Now, we quite fancy wild camping for one or two nights at a time before moving on. We'll also be taking the bikes of course so areas that are fairly cycle friendly would be nice.

Does anyone have any recommendations where to camp?


----------



## Kirstie (31 Jan 2010)

Just follow the general guidelines about where to pick a spot.
http://www.mountaineering-scotland.org.uk/leaflets/wildcamp.html


----------



## Globalti (31 Jan 2010)

My only advice:

Camp in a breezy place to avoid midges.

Take mosquito coils and burn them around and inside the tent.


----------



## Debian (31 Jan 2010)

Thanks for the replies.

I know about the law, guidelines, etc and I've experienced the midges before 

I was looking more along the lines of any particular locations that, maybe people have used before, something to give me some point to aim for. Tricky question I know but it's been a long time since I was there and I can barely remember it.


----------



## chris__P (31 Jan 2010)

Think in late spring / early summer you will beat the midges, think that they arrive mid-summer. Don't quote me on that though.

Can't really help with any specific locations, but would imagine that there will be plenty of places to wild camp in Scotland. Thats half the fun of wild camping, never knowing where you are going to end up - sometimes you will end up in a crap location, but then other times you will find yourselves in the most beautiful natural and free campsites imaginable


----------



## Paulus (31 Jan 2010)

Globalti said:


> My only advice:
> 
> Camp in a breezy place to avoid midges.
> 
> Take mosquito coils and burn them around and inside the tent.



Any time from late May onwards the buggers will get you, even when you are cycling/walking along. Good quality mozzy spray such as Jungle formula helps.


----------



## HJ (31 Jan 2010)

chris__P said:


> Think in late spring / early summer you will beat the midges, think that they arrive mid-summer. Don't quote me on that though.



I think with the winter we are having at present (cold and dry) , the midge population maybe knocked back a wee bit, so they might not out in large numbers until later in the summer. So you might get lucky. Before you go it will probably be worth checking out the midge forecast.


----------



## irc (1 Feb 2010)

Debian said:


> I haven't been to Scotland for many years, my daughter wants to go this late spring / early summer and in particular wants to see Glencoe, the highlands and Skye.
> 
> Now, we quite fancy wild camping for one or two nights at a time before moving on. We'll also be taking the bikes of course so areas that are fairly cycle friendly would be nice.
> 
> Does anyone have any recommendations where to camp?

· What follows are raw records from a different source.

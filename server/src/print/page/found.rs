//! What a search found, on the page.

use super::{INDENT, NARROW, Row, Setter, generator};
use crate::print::break_lines::width;
use leastwise_analysis::search::{SearchReport, SearchRow};

impl Setter {
    /// What is new, each with the item that claims it; then what the search covered.
    pub(super) fn found(&mut self, found: Option<&SearchReport>) {
        let Some(found) = found else { return };
        self.section("Also conserved");
        for row in found.news() {
            self.prose(INDENT, &format!("{}: {}", row.name, row.title));
            self.found_row(row);
            self.gap();
        }
        let ansatz = found.ansatz();
        let end = match &found.incomplete {
            None => format!("None other in this ansatz: {ansatz}."),
            Some(why) => format!("There may be others in this ansatz: {ansatz}. It was not searched through: {why}."),
        };
        self.prose(INDENT, &end);
    }

    fn found_row(&mut self, row: &SearchRow) {
        let mut rows = generator(&row.generator);
        if rows.iter().any(|r| width(&r.head) > NARROW) {
            self.rows(2 * INDENT, &std::mem::take(&mut rows));
        }
        rows.extend(row.gauge.as_ref().map(|f| Row::new(self.letters.gauge, f).remark("gauge term")));
        rows.push(Row::new(self.letters.charge, &row.charge));
        self.rows(2 * INDENT, &rows);
        if let Some(source) = &row.source {
            self.prose(2 * INDENT, source);
        }
    }
}

#[cfg(test)]
mod tests {
    use crate::lines::Lines;
    use crate::output::Page;
    use crate::print::fixture;
    use leastwise_analysis::search::SearchReport;

    fn printed(found: SearchReport) -> String {
        let mut sheet = fixture::sheet();
        sheet.found = Some(found);
        let page = super::super::sheet(&sheet, &[], &Lines::new(""), Page::PLAIN);
        page.split_once("Also conserved\n\n").map(|(_, rest)| rest.to_string()).unwrap_or_default()
    }

    #[test]
    fn what_is_new_and_what_was_searched() {
        let expected = "    boost_x: charge of boost_x
        η_x = t
        F   = m x   (gauge term)
        Q   = m (t x' - x)
        symmetry boost_x: x -> x + ε t

    None other in this ansatz: point symmetries of degree 2 in t and the coordinates, trigonometric
    in angles; integrals quadratic in the velocities.
";
        assert_eq!(printed(fixture::found()), expected);
    }

    #[test]
    fn an_empty_search_says_no_more_than_it_knows() {
        let none = SearchReport { items: Vec::new(), ..fixture::found() };
        assert!(printed(none.clone()).starts_with("    None other in this ansatz: "));
        let cut = printed(SearchReport { incomplete: Some("too many unknowns".into()), ..none });
        assert!(
            cut.starts_with("    There may be others") && cut.contains("searched through: too\n    many unknowns."),
            "{cut}"
        );
    }
}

Is it roadside camping you are looking for? In the Glencoe area a good place is about 3 miles down the Glen Etive Rd (B8074) from the A82. A nice large flat grassy unfenced area close to the river. The road carries very little traffic.


----------



## Debian (1 Feb 2010)

irc said:


> Is it roadside camping you are looking for? In the Glencoe area a good place is about 3 miles down the Glen Etive Rd (B8074) from the A82. A nice large flat grassy unfenced area close to the river. The road carries very little traffic.



Hi

Thanks for this.

Roadside or close to is what I'm after. We'll be driving and don't really want a long hike from the car to the camping area if we can avoid it. Somewhere alongside a quiet lane or side road is ideal.


----------



## hubbike (1 Feb 2010)

a lot of people camp for free beside the kingshouse inn on the A82 leading into glencoe. Useful that you can use the toilet, get a beer etc. To find really beautiful spots for wild camping you need to get off the beaten track a little. follow minor roads, tracks etc..


----------



## rualexander (2 Feb 2010)

It shouldn't be a problem in most places, but I'm not sure that the 'wild camping' rights under the Scottish Outdoor Access Code apply if you are car camping?


----------



## andym (2 Feb 2010)

rualexander said:


> It shouldn't be a problem in most places, but I'm not sure that the 'wild camping' rights under the Scottish Outdoor Access Code apply if you are car camping?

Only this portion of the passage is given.